San Salvador envoyé spécial

«Enfin les difficultés commencent»" Hector Silva se plonge avec une gourmandise affichée dans les dossiers sensibles de la capitale San Salvador, dont il a ceint, le 1er mai, l'écharpe de maire après son élection triomphale. Signe particulier: ce gynécologue de 49 ans formé aux Etats-Unis était le candidat soutenu par le Front Farabundo Marti de libération nationale (FMLN), l'ancien mouvement de guérilla reconverti en parti politique. Les ex-rebelles du Salvador ont remporté, le même jour, les trois plus grandes villes du pays et 28 sièges de députés, faisant jeu égal avec le parti gouvernemental.
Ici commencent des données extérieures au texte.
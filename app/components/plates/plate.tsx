import type { LearnerMark } from "~/lessons/learner-lesson.server";
import type { Variants } from "~/lessons/steps";
import { CorrectionPlate } from "./correction-plate";
import type { FigureSize } from "./figure";
import { MeasurePlate } from "./measure-plate";
import { PartPlate } from "./part-plate";
import { LooksWrong } from "./plate-frame";
import type { PlateView } from "./plate-words";
import { SignalPanel } from "./signal-panel";
import { SupplyPlate } from "./supply-plate";
import { ToolPlate } from "./tool-plate";
import { TorquePlate } from "./torque-plate";

export type PlateProps = Readonly<{
  of: LearnerMark;
  view: PlateView;
  size?: FigureSize;
  /** It plays now. */
  current?: boolean;
  /** Links beside "This looks wrong": the moment in the recording. */
  foot?: React.ReactNode;
}>;

/** How one mark is shown to a learner, by its kind. Pencilled marks show nothing. */
export function Plate(props: PlateProps) {
  const { mark, showing } = props.of;
  if (showing === "pencilled") return null;
  switch (mark.kind) {
    case "torque":
      return <TorquePlate {...props} />;
    case "measure":
      return <MeasurePlate {...props} />;
    case "tool":
      return <ToolPlate {...props} />;
    case "part":
      return <PartPlate {...props} />;
    case "supply":
      return <SupplyPlate {...props} />;
    case "correction":
      return <CorrectionPlate {...props} />;
    case "caution":
      return (
        <SignalPanel
          word={mark.signalWord ?? "NOTICE"}
          words={mark.words}
          reason={mark.reason}
          foot={
            <>
              {props.foot}
              <LooksWrong of={props.of} name={mark.words} />
            </>
          }
        />
      );
    default:
      return mark.kind satisfies never;
  }
}

/** Values of one component that the vehicle has not settled: all of them, under the question that settles it. */
export function VariantPlates({
  variants,
  view,
  size,
  isCurrent,
  footOf,
}: {
  variants: Variants;
  view: PlateView;
  size?: FigureSize;
  isCurrent?: (mark: LearnerMark) => boolean;
  footOf?: (mark: LearnerMark) => React.ReactNode;
}) {
  return (
    <section aria-label={variants.question} className="grid gap-3 border-l-4 border-ink pl-3">
      <p>
        <strong className="text-lg">{variants.question}</strong>{" "}
        <span className="block text-sm">
          {variants.marks.length} values. Look at the car first, then take the one that fits.
        </span>
      </p>
      {variants.marks.map((mark) => (
        <Plate
          key={mark.mark.id}
          of={mark}
          view={view}
          {...(size ? { size } : {})}
          current={isCurrent?.(mark) ?? false}
          foot={footOf?.(mark)}
        />
      ))}
    </section>
  );
}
Les urnes leur ont ainsi ouvert des conquêtes qu'ils n'étaient jamais parvenus à réaliser les armes à la main en douze ans de guerre civile. En revanche, l'Arena (Alliance républicaine nationaliste, droite) du président Armando Calderon Sol a essuyé de cuisantes déconvenues, et sera contrainte de partager le pouvoir avec de petites formations conservatrices, au prix de compromis en cours de tractations.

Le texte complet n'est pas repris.